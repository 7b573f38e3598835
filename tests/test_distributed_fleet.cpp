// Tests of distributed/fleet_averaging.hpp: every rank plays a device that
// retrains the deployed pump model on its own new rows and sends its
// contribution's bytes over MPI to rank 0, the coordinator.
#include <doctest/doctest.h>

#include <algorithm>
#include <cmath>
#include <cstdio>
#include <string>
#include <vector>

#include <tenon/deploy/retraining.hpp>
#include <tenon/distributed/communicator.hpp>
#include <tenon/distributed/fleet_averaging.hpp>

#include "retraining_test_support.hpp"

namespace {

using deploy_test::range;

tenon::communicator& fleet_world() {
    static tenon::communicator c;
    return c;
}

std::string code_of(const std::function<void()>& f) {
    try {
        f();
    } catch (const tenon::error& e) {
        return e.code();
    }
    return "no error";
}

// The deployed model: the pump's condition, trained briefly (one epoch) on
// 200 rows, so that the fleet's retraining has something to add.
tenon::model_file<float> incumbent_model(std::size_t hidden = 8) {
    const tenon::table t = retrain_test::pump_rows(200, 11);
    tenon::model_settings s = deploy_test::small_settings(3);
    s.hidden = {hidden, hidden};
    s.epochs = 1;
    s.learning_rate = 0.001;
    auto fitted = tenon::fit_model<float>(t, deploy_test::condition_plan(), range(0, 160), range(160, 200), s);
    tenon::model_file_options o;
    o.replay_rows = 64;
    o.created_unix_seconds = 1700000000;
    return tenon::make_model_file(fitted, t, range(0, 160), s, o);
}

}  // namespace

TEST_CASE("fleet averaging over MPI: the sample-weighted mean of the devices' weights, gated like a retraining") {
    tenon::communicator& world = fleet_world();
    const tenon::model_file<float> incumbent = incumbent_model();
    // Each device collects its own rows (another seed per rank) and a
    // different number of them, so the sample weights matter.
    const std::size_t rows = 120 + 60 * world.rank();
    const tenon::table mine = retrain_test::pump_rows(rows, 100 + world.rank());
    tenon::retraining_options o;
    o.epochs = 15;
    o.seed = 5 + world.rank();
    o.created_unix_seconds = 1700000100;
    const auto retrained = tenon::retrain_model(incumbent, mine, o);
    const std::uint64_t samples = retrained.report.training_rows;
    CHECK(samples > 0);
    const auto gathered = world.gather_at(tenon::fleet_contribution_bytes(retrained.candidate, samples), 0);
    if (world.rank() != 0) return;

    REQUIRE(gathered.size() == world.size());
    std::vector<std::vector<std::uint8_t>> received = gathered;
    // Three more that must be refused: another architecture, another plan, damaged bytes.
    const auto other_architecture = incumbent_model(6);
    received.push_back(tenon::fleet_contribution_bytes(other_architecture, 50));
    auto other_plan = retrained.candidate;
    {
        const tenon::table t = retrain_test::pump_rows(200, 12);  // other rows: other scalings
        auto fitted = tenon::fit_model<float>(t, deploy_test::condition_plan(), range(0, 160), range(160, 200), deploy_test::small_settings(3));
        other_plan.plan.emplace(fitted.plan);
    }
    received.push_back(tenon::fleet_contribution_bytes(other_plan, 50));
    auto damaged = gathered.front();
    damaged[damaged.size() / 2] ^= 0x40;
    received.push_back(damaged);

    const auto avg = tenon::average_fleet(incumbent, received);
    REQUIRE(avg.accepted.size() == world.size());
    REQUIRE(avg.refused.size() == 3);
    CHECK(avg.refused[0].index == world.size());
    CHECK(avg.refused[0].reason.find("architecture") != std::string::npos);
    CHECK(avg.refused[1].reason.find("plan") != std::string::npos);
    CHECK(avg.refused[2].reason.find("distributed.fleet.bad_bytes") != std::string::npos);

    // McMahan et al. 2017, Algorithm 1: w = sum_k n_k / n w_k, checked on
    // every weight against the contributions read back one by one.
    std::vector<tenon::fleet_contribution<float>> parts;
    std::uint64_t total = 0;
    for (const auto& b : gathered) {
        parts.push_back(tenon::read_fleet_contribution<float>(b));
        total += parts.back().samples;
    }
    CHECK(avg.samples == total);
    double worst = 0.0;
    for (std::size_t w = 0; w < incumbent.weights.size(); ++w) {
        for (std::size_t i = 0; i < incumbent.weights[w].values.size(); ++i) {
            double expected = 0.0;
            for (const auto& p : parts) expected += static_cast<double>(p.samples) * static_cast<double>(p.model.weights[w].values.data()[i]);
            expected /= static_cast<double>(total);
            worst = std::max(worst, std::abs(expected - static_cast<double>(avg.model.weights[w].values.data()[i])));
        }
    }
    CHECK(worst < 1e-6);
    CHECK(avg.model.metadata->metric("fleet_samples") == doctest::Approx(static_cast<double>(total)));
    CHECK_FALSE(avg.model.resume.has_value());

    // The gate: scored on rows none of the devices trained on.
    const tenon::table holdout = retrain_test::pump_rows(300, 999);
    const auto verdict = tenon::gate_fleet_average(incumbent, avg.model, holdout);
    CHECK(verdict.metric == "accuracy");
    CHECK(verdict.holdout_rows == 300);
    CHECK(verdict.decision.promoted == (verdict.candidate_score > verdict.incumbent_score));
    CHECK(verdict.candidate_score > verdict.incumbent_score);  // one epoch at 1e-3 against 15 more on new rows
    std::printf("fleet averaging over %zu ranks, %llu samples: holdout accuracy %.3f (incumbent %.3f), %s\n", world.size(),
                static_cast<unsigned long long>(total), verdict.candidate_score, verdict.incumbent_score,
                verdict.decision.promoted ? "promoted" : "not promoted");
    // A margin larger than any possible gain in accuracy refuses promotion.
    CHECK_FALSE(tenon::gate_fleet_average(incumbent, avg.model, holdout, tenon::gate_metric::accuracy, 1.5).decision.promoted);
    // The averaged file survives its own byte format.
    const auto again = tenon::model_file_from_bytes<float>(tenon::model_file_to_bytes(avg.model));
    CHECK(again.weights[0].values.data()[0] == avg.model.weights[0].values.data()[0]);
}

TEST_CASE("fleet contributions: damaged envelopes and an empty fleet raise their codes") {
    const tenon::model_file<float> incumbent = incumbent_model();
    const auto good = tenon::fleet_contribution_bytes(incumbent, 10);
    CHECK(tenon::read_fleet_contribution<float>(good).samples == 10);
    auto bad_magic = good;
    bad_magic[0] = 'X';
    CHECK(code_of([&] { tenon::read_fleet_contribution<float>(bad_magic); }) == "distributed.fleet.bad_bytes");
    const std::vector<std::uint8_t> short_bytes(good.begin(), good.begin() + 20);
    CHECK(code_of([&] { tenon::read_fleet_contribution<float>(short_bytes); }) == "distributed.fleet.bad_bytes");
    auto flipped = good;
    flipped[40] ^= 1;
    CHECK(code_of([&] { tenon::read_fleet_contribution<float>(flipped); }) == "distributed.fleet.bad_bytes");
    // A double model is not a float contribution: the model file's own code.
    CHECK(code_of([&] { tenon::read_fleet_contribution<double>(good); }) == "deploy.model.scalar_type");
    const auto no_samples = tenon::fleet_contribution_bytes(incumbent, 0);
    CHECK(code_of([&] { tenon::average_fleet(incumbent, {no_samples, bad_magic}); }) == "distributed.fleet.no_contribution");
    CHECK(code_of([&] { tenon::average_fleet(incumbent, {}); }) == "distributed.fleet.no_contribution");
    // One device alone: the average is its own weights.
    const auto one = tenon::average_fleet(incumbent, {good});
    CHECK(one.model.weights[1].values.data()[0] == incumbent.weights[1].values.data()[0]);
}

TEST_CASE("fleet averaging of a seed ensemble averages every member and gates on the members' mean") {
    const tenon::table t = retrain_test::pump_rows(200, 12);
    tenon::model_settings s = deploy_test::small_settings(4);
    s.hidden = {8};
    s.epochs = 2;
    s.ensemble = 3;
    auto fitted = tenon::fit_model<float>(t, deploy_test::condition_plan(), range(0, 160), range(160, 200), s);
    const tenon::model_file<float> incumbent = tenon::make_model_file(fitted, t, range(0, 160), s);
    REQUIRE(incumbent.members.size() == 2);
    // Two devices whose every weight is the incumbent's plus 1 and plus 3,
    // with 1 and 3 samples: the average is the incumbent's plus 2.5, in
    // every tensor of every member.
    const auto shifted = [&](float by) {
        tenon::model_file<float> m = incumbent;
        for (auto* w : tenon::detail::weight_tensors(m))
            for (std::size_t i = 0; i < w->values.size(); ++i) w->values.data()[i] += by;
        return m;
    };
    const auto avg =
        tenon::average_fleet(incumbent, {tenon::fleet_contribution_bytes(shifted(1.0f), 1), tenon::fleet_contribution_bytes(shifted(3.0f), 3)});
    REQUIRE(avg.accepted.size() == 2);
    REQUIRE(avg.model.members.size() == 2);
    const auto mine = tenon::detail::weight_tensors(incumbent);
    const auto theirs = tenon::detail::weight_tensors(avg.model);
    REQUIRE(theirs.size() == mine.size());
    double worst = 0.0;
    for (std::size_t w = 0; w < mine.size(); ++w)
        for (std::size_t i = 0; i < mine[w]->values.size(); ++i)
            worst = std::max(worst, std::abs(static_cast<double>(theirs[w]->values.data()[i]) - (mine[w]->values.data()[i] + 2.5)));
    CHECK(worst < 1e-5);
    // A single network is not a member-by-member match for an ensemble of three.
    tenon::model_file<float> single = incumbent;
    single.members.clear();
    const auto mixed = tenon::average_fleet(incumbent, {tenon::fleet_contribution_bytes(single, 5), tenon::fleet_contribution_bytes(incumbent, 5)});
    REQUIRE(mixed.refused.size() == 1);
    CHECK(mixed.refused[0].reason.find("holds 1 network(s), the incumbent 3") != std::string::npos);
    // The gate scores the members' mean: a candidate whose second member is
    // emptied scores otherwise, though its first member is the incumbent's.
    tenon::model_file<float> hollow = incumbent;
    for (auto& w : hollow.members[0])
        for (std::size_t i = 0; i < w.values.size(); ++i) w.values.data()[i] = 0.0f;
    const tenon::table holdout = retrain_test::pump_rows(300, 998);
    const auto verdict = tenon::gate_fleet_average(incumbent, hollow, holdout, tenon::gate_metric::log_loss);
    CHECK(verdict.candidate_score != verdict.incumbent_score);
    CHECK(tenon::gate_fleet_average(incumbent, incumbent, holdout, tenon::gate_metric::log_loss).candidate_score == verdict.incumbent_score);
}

--

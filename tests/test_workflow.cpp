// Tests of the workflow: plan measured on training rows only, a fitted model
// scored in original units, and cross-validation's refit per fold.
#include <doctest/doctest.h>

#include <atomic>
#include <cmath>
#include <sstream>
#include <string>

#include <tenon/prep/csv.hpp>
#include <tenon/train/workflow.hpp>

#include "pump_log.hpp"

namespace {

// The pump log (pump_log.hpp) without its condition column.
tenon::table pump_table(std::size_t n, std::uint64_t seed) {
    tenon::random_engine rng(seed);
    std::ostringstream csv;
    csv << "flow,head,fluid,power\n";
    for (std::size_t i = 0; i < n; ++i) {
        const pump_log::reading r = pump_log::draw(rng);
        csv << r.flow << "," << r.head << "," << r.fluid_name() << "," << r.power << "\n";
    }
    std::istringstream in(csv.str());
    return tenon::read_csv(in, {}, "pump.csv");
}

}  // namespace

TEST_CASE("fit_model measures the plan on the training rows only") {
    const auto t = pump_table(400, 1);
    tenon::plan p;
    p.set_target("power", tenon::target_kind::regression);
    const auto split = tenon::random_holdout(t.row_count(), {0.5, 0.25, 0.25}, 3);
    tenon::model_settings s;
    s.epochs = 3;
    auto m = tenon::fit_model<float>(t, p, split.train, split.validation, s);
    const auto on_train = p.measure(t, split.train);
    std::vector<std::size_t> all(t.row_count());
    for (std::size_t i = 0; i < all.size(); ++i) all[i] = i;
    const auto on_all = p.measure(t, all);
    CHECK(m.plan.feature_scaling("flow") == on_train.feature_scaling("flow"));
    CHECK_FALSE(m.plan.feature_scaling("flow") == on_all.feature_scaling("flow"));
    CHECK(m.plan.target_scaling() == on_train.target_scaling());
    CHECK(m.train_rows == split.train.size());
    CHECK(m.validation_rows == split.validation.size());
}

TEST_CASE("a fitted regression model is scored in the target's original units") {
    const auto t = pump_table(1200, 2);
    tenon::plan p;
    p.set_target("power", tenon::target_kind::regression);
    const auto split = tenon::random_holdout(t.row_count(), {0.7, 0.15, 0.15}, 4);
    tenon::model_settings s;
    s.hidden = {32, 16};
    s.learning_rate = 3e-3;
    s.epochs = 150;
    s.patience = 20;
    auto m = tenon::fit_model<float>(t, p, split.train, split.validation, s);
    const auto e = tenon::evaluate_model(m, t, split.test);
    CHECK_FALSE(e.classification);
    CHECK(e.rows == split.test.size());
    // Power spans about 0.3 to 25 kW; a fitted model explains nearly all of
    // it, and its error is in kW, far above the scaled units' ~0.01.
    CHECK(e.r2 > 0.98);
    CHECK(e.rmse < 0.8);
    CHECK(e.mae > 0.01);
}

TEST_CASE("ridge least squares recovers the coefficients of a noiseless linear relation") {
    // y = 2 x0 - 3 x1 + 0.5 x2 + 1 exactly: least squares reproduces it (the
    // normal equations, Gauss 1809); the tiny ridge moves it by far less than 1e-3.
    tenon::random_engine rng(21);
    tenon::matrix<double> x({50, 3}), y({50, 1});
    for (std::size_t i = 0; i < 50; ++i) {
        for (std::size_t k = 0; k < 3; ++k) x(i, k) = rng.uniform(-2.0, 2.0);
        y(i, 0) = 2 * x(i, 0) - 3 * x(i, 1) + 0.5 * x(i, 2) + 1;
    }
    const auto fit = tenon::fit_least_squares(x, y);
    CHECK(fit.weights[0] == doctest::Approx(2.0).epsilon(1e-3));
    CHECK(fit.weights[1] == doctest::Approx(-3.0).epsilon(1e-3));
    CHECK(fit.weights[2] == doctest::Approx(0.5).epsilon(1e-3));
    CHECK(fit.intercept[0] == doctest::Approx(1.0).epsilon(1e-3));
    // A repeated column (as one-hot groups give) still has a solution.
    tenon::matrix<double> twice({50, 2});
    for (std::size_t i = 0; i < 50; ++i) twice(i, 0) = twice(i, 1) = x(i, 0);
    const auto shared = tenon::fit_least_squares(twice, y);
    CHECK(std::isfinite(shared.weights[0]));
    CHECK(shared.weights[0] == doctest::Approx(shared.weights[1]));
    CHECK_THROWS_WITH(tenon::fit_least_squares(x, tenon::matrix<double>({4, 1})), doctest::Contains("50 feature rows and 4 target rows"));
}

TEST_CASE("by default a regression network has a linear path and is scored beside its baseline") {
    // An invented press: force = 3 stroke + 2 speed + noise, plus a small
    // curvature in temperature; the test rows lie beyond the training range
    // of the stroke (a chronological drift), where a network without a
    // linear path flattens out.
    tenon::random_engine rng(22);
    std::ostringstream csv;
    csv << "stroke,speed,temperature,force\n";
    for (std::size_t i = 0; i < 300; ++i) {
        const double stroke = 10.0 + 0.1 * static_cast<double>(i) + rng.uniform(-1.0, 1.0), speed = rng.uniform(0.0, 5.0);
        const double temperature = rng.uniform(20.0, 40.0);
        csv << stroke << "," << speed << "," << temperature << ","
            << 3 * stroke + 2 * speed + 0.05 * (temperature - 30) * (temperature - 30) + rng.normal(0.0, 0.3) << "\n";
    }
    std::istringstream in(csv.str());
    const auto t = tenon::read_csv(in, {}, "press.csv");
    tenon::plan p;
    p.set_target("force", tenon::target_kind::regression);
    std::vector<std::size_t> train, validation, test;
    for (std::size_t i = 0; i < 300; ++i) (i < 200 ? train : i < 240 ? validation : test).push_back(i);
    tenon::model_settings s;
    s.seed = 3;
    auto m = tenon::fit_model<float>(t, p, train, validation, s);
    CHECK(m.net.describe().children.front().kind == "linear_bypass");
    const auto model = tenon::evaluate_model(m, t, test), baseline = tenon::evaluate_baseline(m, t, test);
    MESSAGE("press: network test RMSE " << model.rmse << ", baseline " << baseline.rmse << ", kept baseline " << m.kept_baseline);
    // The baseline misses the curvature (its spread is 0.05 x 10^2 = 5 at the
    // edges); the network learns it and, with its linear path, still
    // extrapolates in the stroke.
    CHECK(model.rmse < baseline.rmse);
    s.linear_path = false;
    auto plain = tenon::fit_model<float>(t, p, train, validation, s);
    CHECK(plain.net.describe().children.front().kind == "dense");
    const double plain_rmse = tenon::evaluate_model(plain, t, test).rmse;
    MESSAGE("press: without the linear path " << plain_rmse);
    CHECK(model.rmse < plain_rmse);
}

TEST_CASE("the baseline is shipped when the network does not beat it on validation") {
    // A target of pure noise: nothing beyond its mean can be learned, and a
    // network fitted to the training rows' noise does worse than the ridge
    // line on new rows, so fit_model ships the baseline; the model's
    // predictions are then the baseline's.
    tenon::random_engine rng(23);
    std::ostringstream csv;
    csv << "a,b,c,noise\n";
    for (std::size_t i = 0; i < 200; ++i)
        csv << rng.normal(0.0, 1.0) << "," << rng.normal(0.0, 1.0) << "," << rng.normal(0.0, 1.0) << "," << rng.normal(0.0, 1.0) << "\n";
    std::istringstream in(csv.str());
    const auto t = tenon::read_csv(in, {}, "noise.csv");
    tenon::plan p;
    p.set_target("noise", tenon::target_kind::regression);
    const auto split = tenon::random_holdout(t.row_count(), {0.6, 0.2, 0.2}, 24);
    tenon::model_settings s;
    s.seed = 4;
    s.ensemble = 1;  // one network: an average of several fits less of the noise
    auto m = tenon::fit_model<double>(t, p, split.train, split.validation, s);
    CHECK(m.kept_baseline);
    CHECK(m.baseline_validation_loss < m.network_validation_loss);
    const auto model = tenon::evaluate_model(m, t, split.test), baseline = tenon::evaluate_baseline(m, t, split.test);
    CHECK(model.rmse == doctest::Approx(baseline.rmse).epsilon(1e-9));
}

TRY IT: From the preceding records, count the lines where "uniform" occurs and reply with the number only.

RESPONSE AREA: 3